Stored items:
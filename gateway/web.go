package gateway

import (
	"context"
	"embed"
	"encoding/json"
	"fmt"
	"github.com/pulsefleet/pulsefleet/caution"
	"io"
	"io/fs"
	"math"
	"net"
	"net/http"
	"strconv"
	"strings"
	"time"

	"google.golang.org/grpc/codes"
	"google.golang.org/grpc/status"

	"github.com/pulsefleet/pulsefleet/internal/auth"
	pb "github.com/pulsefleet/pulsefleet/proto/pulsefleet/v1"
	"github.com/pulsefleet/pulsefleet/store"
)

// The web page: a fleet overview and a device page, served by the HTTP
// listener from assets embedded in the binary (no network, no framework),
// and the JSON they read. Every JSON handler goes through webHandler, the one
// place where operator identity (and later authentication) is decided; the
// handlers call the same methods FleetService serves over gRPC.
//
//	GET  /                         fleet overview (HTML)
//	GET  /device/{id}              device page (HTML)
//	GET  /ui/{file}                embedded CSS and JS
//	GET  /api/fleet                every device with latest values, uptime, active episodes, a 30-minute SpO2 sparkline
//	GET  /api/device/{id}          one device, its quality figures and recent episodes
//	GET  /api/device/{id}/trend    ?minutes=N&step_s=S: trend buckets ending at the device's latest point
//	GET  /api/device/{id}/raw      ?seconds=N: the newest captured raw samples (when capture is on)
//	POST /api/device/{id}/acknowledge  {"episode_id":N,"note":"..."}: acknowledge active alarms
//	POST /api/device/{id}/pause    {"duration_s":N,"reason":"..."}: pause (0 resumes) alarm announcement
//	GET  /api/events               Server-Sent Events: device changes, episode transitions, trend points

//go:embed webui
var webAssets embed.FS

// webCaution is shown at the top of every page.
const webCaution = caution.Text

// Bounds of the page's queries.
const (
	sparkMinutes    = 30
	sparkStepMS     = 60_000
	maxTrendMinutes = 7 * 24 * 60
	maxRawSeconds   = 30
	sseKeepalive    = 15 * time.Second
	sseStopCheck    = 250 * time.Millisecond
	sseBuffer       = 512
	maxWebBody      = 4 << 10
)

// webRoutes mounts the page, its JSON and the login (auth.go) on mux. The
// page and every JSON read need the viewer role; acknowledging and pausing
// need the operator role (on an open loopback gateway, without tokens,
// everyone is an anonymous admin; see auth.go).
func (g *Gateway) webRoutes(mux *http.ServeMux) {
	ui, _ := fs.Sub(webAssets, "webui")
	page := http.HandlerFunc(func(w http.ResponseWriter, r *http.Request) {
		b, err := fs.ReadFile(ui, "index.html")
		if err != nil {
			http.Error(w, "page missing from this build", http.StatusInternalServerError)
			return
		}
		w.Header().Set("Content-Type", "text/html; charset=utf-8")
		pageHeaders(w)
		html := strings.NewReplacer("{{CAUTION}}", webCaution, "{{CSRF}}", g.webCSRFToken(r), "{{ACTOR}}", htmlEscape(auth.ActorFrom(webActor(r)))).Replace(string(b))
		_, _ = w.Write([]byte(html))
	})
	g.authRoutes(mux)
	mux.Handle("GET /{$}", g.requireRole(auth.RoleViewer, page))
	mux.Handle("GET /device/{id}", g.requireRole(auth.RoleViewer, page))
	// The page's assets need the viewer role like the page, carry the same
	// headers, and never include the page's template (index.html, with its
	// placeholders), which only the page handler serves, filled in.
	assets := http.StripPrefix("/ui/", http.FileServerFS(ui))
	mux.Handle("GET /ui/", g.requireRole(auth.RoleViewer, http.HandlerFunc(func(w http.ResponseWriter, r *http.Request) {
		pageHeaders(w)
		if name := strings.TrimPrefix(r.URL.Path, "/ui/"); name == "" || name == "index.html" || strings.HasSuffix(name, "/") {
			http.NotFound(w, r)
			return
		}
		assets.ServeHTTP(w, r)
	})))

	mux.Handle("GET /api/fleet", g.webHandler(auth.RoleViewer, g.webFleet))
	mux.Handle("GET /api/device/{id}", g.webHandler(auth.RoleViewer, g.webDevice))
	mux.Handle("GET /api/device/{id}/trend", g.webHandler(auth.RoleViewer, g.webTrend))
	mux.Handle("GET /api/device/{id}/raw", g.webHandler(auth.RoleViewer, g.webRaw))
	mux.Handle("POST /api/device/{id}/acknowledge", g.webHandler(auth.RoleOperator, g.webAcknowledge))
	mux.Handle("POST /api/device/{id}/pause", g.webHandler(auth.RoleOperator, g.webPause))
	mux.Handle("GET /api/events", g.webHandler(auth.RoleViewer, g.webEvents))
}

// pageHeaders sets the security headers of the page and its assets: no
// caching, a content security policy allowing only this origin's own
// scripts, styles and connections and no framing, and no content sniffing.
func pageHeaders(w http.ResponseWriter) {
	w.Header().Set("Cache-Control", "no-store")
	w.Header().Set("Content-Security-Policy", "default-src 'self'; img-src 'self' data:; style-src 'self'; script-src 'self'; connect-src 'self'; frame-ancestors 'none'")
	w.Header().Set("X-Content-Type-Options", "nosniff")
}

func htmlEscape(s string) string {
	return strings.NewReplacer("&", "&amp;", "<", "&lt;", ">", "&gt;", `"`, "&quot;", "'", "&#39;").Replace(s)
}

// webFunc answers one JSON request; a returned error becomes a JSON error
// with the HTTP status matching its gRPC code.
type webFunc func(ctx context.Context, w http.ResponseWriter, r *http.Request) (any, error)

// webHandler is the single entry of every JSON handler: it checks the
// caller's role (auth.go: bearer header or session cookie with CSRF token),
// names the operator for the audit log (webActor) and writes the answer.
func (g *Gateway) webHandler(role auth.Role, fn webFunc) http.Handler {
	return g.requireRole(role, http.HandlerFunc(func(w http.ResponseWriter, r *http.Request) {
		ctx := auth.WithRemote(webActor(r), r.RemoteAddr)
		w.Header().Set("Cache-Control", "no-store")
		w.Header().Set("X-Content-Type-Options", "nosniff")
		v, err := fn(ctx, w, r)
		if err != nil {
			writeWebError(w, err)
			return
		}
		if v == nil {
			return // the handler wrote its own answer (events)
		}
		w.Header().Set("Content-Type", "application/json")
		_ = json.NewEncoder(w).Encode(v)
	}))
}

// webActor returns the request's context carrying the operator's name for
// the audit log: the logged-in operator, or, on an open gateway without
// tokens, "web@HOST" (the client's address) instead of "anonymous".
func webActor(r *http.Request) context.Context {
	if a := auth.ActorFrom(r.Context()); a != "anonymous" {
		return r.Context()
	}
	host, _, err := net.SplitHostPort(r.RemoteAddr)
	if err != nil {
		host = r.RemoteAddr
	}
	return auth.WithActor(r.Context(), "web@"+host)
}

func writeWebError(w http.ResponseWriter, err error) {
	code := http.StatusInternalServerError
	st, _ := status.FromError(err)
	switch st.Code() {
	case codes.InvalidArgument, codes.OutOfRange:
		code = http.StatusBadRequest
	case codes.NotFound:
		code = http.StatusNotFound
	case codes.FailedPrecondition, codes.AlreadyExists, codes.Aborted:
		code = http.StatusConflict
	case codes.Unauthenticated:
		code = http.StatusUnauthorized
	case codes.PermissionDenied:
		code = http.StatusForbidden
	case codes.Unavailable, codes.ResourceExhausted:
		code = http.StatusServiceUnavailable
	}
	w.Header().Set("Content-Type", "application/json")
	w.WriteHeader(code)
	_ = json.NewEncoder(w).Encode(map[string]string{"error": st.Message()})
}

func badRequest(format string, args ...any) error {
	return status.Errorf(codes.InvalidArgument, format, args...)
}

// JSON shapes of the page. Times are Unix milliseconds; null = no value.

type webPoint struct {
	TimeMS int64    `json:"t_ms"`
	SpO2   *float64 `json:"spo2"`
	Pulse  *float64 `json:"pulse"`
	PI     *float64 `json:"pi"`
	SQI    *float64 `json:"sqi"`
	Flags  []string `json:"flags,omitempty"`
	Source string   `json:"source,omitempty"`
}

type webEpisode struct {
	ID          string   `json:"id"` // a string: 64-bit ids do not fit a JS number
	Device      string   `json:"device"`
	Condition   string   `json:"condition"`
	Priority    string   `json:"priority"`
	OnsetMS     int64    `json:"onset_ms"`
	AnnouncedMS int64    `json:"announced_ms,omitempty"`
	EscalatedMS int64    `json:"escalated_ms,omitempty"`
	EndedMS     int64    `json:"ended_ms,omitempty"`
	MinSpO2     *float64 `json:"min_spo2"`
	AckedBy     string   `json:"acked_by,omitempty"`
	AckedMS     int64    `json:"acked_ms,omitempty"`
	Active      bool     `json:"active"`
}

WHAT THE TASK ASKS:
Each line that holds the word "github" should be extracted from the records.

EXERCISE RESPONSE:
	"github.com/pulsefleet/pulsefleet/caution"
	"github.com/pulsefleet/pulsefleet/internal/auth"
	pb "github.com/pulsefleet/pulsefleet/proto/pulsefleet/v1"
	"github.com/pulsefleet/pulsefleet/store"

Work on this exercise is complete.